Если монголы не обрекали город на уничтожение, они не трогали духовенство. Убивая воинов, под корень вырезая династии правителей, забирая в рабство женщин и ремесленников, они предпочитали договориться с духовенством, если оно, конечно, не призывало к сопротивлению. Так было и в мусульманских, и в христианских странах, в Персии и Грузии, и в Европе. Быть может, смерть и миновала бы поэтому Мевляну и его мюридов, хотя они не занимали никаких постов в иерархии служителей аллаха. Но легче было умереть, чем своими глазами видеть расправу над городом и панический страх, объявший его жителей, не будучи в силах ничто изменить.
Все глаза были устремлены сейчас на него. От Джалалиддина ждали слова. Спасительного слова истины. Слова-деяния. Но у него не было слов. Вернее, их было столько, что, сталкиваясь, они разлетались на мириады атомов, прежде чем успевали достигнуть его уст. И, прислушиваясь к себе, он все отчетливей сознавал, что никакое слово не может вместить в себя адский скрежет и грохот бури, бушевавшей в его сердце, любое казалось ему бессильным.
В молчании текли драгоценные минуты. Сумерки саваном окутали город.
Мевляна склонился в поклоне, обошел учеников, каждому подолгу глядя в глаза, словно прося у них прощения.
Удалился к себе. Попрощался с женою, с детьми.
И, взяв с собой только Веледа и Аляэддина Сирьянуса, вышел из обители и зашагал по обезумевшему от горя городу к восточным воротам Халкабегуш.
Старший чавуш приворотной стражи, несколько часов отбивавший напор толпы, злобный, как ангел смерти Азраил, при виде трех фигур с фонарем, которые приближались к воротам, чуть было не приказал стражникам дать им как следует по шеям, но десятник отряда ахи узнал Джалалиддина и дернул чавуша за рукав. Смущенный, тот не посмел воспротивиться поэту.
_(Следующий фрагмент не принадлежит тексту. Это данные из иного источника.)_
"""Checks on the water-heater element."""

from __future__ import annotations

from ..physics import protection as prot
from .registry import FAIL, PASS, Context, Expected, Input, Measured, Outcome, Param, check

SRC_ELEMENT = (
    "P = U²/R; IEC 60335-1 cl. 10.1 tolerance +5 % or 20 W / −10 % (from memory); "
    "NiCr changes a few % cold to hot (handbook, from memory)"
)


@check(
    "element_power",
    summary="element power from its cold resistance against its rating",
    source=SRC_ELEMENT,
    quantities=("resistance",),
    inputs={
        "rated_power": Input("nameplate power (power reading)"),
        "rated_voltage": Input("nameplate voltage (voltage reading)"),
        "supply_voltage": Input("measured supply voltage", required=False),
    },
    params={
        "below_pct": Param(10.0, "%", "IEC 60335-1 cl. 10.1 (from memory)"),
        "above_pct": Param(5.0, "%", "IEC 60335-1 cl. 10.1 (from memory)"),
        "above_min_w": Param(20.0, "W", "IEC 60335-1 cl. 10.1 (from memory)"),
    },
)
def element_power(ctx: Context) -> Outcome:
    r = float(ctx.value)
    rated_w = float(ctx.input("rated_power"))
    rated_v = float(ctx.input("rated_voltage"))
    if r <= 0:
        return Outcome(FAIL, "0 Ω: the element or its wiring is short-circuited", SRC_ELEMENT,
                       Measured(r, "Ω"))
    p_w = prot.element_power_w(rated_v, r)
    lo = rated_w * (1 - ctx.param("below_pct") / 100)
    hi = rated_w + max(rated_w * ctx.param("above_pct") / 100, ctx.param("above_min_w"))
    expected = Expected("W", min=round(lo, 1), max=round(hi, 1))
    measured = Measured(round(p_w, 1), "W")
    at_supply = ""
    if ctx.has("supply_voltage"):
        u = float(ctx.input("supply_voltage"))
        at_supply = f"; {prot.element_power_w(u, r):.0f} W at the measured {u:g} V"
    if lo <= p_w <= hi:
        return Outcome(
            PASS,
            f"{r:g} Ω gives {p_w:.0f} W at {rated_v:g} V against {rated_w:g} W rated{at_supply}",
            SRC_ELEMENT, measured, expected,
        )
    if p_w < lo:
        why = ("resistance too high for the rating: a failed section, a poor connection, "
               "or a different element from the nameplate")
    else:
        why = ("resistance too low for the rating: a different element from the nameplate, "
               "or a partial short; check before energising")
    return Outcome(
        FAIL,
        f"{r:g} Ω gives {p_w:.0f} W at {rated_v:g} V, outside {lo:.0f}–{hi:.0f} W: {why}",
        SRC_ELEMENT, measured, expected,
    )
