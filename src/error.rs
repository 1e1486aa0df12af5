//! Typed errors. Bad input is reported as a list of [`Problem`]s, all at once.

use std::fmt;
use std::path::PathBuf;

/// One thing wrong with the input: where it is and what would be accepted.
#[derive(Debug, Clone, PartialEq)]
pub struct Problem {
    /// The file the problem is in.
    pub file: String,
    /// The feature (index and id) or table the problem is in, when there is one.
    pub feature: Option<String>,
    /// The field (key) that is wrong.
    pub field: String,
    /// What is wrong: the value and the allowed range.
    pub message: String,
}

impl Problem {
    /// A problem in `file`, optionally in a feature, at `field`.
    pub fn new(
        file: impl Into<String>,
        feature: Option<String>,
        field: impl Into<String>,
        message: impl Into<String>,
    ) -> Self {
        Problem { file: file.into(), feature, field: field.into(), message: message.into() }
    }

    /// A problem with a command-line flag (`--name`) or argument.
    pub fn flag(flag: impl Into<String>, message: impl Into<String>) -> Self {
        Problem::new("(command line)", None, flag, message)
    }
}

impl fmt::Display for Problem {
    fn fmt(&self, f: &mut fmt::Formatter<'_>) -> fmt::Result {
        write!(f, "{}", self.file)?;
        if let Some(feat) = &self.feature {
            write!(f, ": {feat}")?;
        }
        write!(f, ": field `{}`: {}", self.field, self.message)
    }
}

/// A model parameter that cannot be used: which parameter (its name in the model, such as
/// `exponent` or `k_db`) and what is allowed. The configuration layer adds the file and
/// table, the command line the flag.
#[derive(Debug, Clone, PartialEq)]
pub struct ModelError {
    /// The parameter's name in the model.
    pub key: &'static str,
    /// What is wrong: the value and the allowed range.
    pub message: String,
}

impl ModelError {
    /// A parameter `key` whose `value` lies outside `range` (printed like `[1, 8]`).
    pub fn out_of_range(key: &'static str, value: f64, range: impl fmt::Display) -> Self {
        ModelError { key, message: format!("value {value} is outside the allowed range {range}") }
    }
}

/// Everything the library can fail with.
#[derive(Debug, thiserror::Error)]
pub enum Error {
    /// The input (scenario, node file, command-line values) is invalid.
    #[error("{} problem(s) in the input:\n{}", .0.len(), list(.0))]
    Input(Vec<Problem>),
    /// An output could not be written.
    #[error("cannot write output {}: {source} (choose a writable folder with --out)", path.display())]
    Output {
        /// The path that could not be written.
        path: PathBuf,
        /// The underlying I/O error.
        source: std::io::Error,
    },
    /// An input file could not be read.
    #[error("cannot read {}: {source}", path.display())]
    Read {
        /// The path that could not be read.
        path: PathBuf,
        /// The underlying I/O error.
        source: std::io::Error,
    },
}

fn list(problems: &[Problem]) -> String {
    problems.iter().map(|p| format!("  - {p}")).collect::<Vec<_>>().join("\n")
}

impl Error {
    /// A single input problem as an error.
    pub fn input(p: Problem) -> Self {
        Error::Input(vec![p])
    }
}

/// Collects problems so that all of them are reported together.
#[derive(Debug, Default)]
pub struct Problems(pub Vec<Problem>);

impl Problems {
    /// Records a problem.
    pub fn push(&mut self, p: Problem) {
        self.0.push(p);
    }
    /// `Ok(())` when nothing was recorded, otherwise [`Error::Input`] with every problem.
    pub fn into_result(self) -> Result<(), Error> {
        if self.0.is_empty() { Ok(()) } else { Err(Error::Input(self.0)) }
    }
    /// Whether nothing has been recorded.
    pub fn is_empty(&self) -> bool {
        self.0.is_empty()
    }
}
Скрипучие вороты подняли стальную решетку. Четверо стражников — по двое с каждой стороны — растащили тяжеленные щеколды, запиравшие окованную железом дверцу в массивной дубовой створке ворот.
Приказав Веледу и Сирьянусу дожидаться его здесь до утра, Джалалиддин пригнулся и исчез в ночи.
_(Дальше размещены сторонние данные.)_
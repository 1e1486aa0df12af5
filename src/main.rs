//! Command-line front end: parses, validates and calls the library.

use clap::{Parser, Subcommand};
use lobemap::engine::LayerSet;
use lobemap::error::{Error, Problem};
use lobemap::probe::probe;
use lobemap::run::{MapOptions, run_map};
use lobemap::scenario::Scenario;
use std::path::{Path, PathBuf};
use std::process::ExitCode;

/// Interference, SINR and coverage maps for directional wireless nodes.
#[derive(Parser)]
#[command(name = "lobemap", version, about)]
struct Cli {
    #[command(subcommand)]
    cmd: Cmd,
    /// Worker threads (default: all cores). Results do not depend on it.
    #[arg(long, global = true)]
    threads: Option<usize>,
    /// No progress bar or chatter on stderr.
    #[arg(long, global = true)]
    quiet: bool,
}

#[derive(Subcommand)]
enum Cmd {
    /// Compute the layers of a scenario and write GeoTIFFs, PNGs, hot spots and a summary.
    Map {
        /// Scenario file (TOML).
        scenario: PathBuf,
        #[command(flatten)]
        map: MapArgs,
    },
    /// Break down the signal at one point, node by node.
    Probe {
        /// Scenario file (TOML).
        scenario: PathBuf,
        /// The point, as LAT,LON in degrees.
        #[arg(long, value_name = "LAT,LON", allow_hyphen_values = true)]
        at: String,
        /// Print JSON instead of a table.
        #[arg(long)]
        json: bool,
    },
    /// Validate a scenario and its node file; list every problem.
    Check {
        /// Scenario file (TOML).
        scenario: PathBuf,
        /// Memory limit for a full map of this scenario (MiB).
        #[arg(long, default_value_t = 8192)]
        max_memory_mib: u64,
    },
    /// Run the map on the bundled demo scenario.
    Demo {
        #[command(flatten)]
        map: MapArgs,
    },
}

#[derive(clap::Args)]
struct MapArgs {
    /// Output folder (default: outputs/<scenario name>/, or outputs/demo/ for the demo).
    #[arg(long)]
    out: Option<PathBuf>,
    /// Layers to compute and write, comma-separated: total, interference, sinr, server.
    #[arg(long, default_value = "total,interference,sinr,server")]
    layers: String,
    /// Skip nodes farther than this from a grid row (m); the dropped power is bounded and
    /// reported as `neglected_db` in summary.json.
    #[arg(long)]
    cutoff_m: Option<f64>,
    /// Refuse grids whose layers need more memory than this (MiB).
    #[arg(long, default_value_t = 8192)]
    max_memory_mib: u64,
}

fn main() -> ExitCode {
    let cli = Cli::parse();
    match run(cli) {
        Ok(code) => code,
        Err(e) => match e.downcast_ref::<Error>() {
            Some(_) => {
                eprintln!("error: {e}");
                ExitCode::from(2)
            }
            None => {
                eprintln!("error: {e:#}");
                ExitCode::from(1)
            }
        },
    }
}

fn bad_flag(flag: &str, msg: String) -> anyhow::Error {
    Error::input(Problem::new("(command line)", None, flag, msg)).into()
}

fn run(cli: Cli) -> anyhow::Result<ExitCode> {
    if let Some(t) = cli.threads {
        if t == 0 || t > 1024 {
            return Err(bad_flag("--threads", format!("value {t} is outside the allowed range [1, 1024]")));
        }
        rayon::ThreadPoolBuilder::new().num_threads(t).build_global()?;
    }
    match cli.cmd {
        Cmd::Map { scenario, map } => {
            let sc = Scenario::load(&scenario)?;
            map_cmd(&sc, map, cli.quiet, None)
        }
        Cmd::Demo { map } => {
            let path = demo_scenario()?;
            let sc = Scenario::load(&path)?;
            map_cmd(&sc, map, cli.quiet, Some("outputs/demo"))
        }
        Cmd::Check { scenario, max_memory_mib } => match Scenario::load(&scenario) {
            Ok(sc) => {
                lobemap::run::check_memory(&sc, 4, max_memory_mib)?;
                println!(
                    "{}: ok: {} nodes, grid {} x {} cells of {} m, noise {:.2} dBm",
                    scenario.display(),
                    sc.nodes.len(),
                    sc.grid.cols(),
                    sc.grid.rows(),
                    sc.grid.cell_m(),
                    sc.noise_dbm()
                );
                Ok(ExitCode::SUCCESS)
            }
            Err(e) => Err(e.into()),
        },
        Cmd::Probe { scenario, at, json } => {
            let (lat, lon) = parse_lat_lon(&at)?;
            let sc = Scenario::load(&scenario)?;
            let p = probe(&sc, lat, lon);
            if json {
                println!("{}", serde_json::to_string_pretty(&p)?);
            } else {
                print!("{}", p.to_table());
            }
            Ok(ExitCode::SUCCESS)
        }
    }
}

fn parse_lat_lon(s: &str) -> anyhow::Result<(f64, f64)> {
    let parts: Vec<&str> = s.split(',').map(str::trim).collect();
    let nums: Vec<f64> = parts.iter().filter_map(|p| p.parse().ok()).collect();
    if parts.len() != 2 || nums.len() != 2 {
        return Err(bad_flag("--at", format!("value `{s}` is not LAT,LON in degrees (e.g. --at 54.73,-3.21)")));
    }
    let (lat, lon) = (nums[0], nums[1]);
    let ok = lat.is_finite() && (-85.0..=85.0).contains(&lat) && lon.is_finite() && (-180.0..=180.0).contains(&lon);
    if !ok {
        return Err(bad_flag(
            "--at",
            format!("value `{s}`: latitude must lie in [-85, 85] and longitude in [-180, 180]"),
        ));
    }
    Ok((lat, lon))
}

fn map_cmd(sc: &Scenario, a: MapArgs, quiet: bool, default_out: Option<&str>) -> anyhow::Result<ExitCode> {
    let layers = LayerSet::parse(&a.layers).map_err(|m| bad_flag("--layers", m))?;
    if let Some(c) = a.cutoff_m
        && !(c.is_finite() && c > 0.0)
    {
        return Err(bad_flag("--cutoff-m", format!("value {c} is outside the allowed range (0, inf) m")));
    }
    let out =
        a.out.unwrap_or_else(|| PathBuf::from(default_out.map(String::from).unwrap_or(format!("outputs/{}", sc.name))));
    let res = run_map(
        sc,
        &MapOptions {
            out: out.clone(),
            layers,
            cutoff_m: a.cutoff_m,
            max_memory_mib: a.max_memory_mib,
            progress: !quiet,
        },
    )?;
    if !quiet {
        let s = &res.summary;
        eprintln!(
            "{}: {} nodes, {} cells ({} x {}), {:.2} s, {:.3e} pair evaluations",
            s.scenario, s.nodes, s.cells, s.cols, s.rows, s.elapsed_s, s.pair_evaluations as f64
        );
        if let (Some(f), Some(h)) = (s.sinr_ok_fraction, s.hotspots) {
            eprintln!(
                "SINR >= {} dB on {:.1} % of cells; {} interference hot spot(s)",
                s.sinr_threshold_db,
                f * 100.0,
                h
            );
        }
        eprintln!("wrote {} files to {}", res.files.len(), out.display());
    }
    Ok(ExitCode::SUCCESS)
}

/// The bundled demo: `sites/harbourlight/scenario.toml` under the current folder, or under
/// the source tree the binary was built from.
fn demo_scenario() -> anyhow::Result<PathBuf> {
    let rel = Path::new("sites/harbourlight/scenario.toml");
    for base in [PathBuf::from("."), PathBuf::from(env!("CARGO_MANIFEST_DIR"))] {
        let p = base.join(rel);
        if p.exists() {
            return Ok(p);
        }
    }
    Err(bad_flag("demo", format!("cannot find {}; run from the repository folder", rel.display())))
}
Рваные клочковатые облака, подсвеченные мутным подслеповатым глазом луны, быстро неслись по небу. Изредка в прорезях, мигая, пробегали звезды. Ветер, упругий, дышащий травами степей, шелестел листвой в садах, унося прочь окрики воинов на городских стенах, смятение и ужас минувшего дня.
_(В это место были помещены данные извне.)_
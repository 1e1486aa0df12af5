//! Progress bars on stderr for the steps that can take more than a second: the map's rows,
//! the realisations of a drawn ensemble, the random field's Monte Carlo, the link table and
//! its Monte Carlo checks, a probe's Monte Carlo and the channel-plan search.
//!
//! Bars are off unless [`show`] turns them on (the command line does, except under
//! `--quiet`), so a library caller never gets output it did not ask for. Even when on, a bar
//! draws only when stderr is a terminal (indicatif's own test), so logs and pipes stay clean
//! and nothing a bar does reaches stdout or any file.

use indicatif::{ProgressBar, ProgressStyle};
use std::sync::atomic::{AtomicBool, Ordering};

static SHOWN: AtomicBool = AtomicBool::new(false);

/// Turns the progress bars of this process on or off (off by default).
pub fn show(on: bool) {
    SHOWN.store(on, Ordering::Relaxed);
}

/// Whether [`show`] turned the bars on.
pub fn shown() -> bool {
    SHOWN.load(Ordering::Relaxed)
}

/// A bar of `len` steps counted in `unit`, labelled `what`; hidden when the bars are off.
/// Safe to advance from several threads (`inc` is atomic); the caller ends it with
/// `finish_and_clear` so the terminal keeps only the command's own lines.
pub(crate) fn bar(what: &str, len: u64, unit: &str) -> ProgressBar {
    if shown() { styled(what, len, unit) } else { ProgressBar::hidden() }
}

/// The bar of [`bar`], whether or not the bars are on (for a caller that asked for one
/// itself, as the engine's `Options::progress` does).
pub(crate) fn styled(what: &str, len: u64, unit: &str) -> ProgressBar {
    let b = ProgressBar::new(len);
    let template = format!("{{msg}} [{{bar:40}}] {{pos}}/{{len}} {unit}, {{eta}} left");
    b.set_style(ProgressStyle::with_template(&template).unwrap_or_else(|_| ProgressStyle::default_bar()));
    b.set_message(what.to_string());
    b
}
Он был один в ночи. И, поспешая по знакомой тропе, вьющейся среди пригородных садов, к холмам Казанвирана, за которыми скрылись монгольские конники, чувствовал, как в нем медленно вызревают слова.
Океанский вал остановить нельзя. Но можно выстоять. Так и монголы: против них идти бесполезно, можно только устоять, как всегда стоял народ. И нечего их бояться тем, у кого ничего нет. Пусть хозяева добра увязывают тюки. Пусть трепещут властители, погрязшие в насилии, не гнушающиеся ничем, дабы тешить свое себялюбие. Пусть дрожат улемы и факихи, освящающие неправду именем аллаха. Для бедняка неволя есть неволя. Новая страшна лишь тем, что она непривычна. Дальше смерти деревни нету. Зато из праха и разгрома, на месте прогнивших старых устоев может родиться новая вера и новая человечность.
Он медленно поднимался на вершину холма. Далеко внизу, опоясанный кострами, раскинулся монгольский стан. Посредине стоял огромный шатер Байджу, командовавшего монгольскими тюменями. Пламя играло на белоснежном войлоке, на копьях и саблях охраны. Справа и слева угадывались юрты поменьше. Всю землю в кругу костров покрывали темные тела уснувших воинов.
6
6. 1256 христианского летосчисления.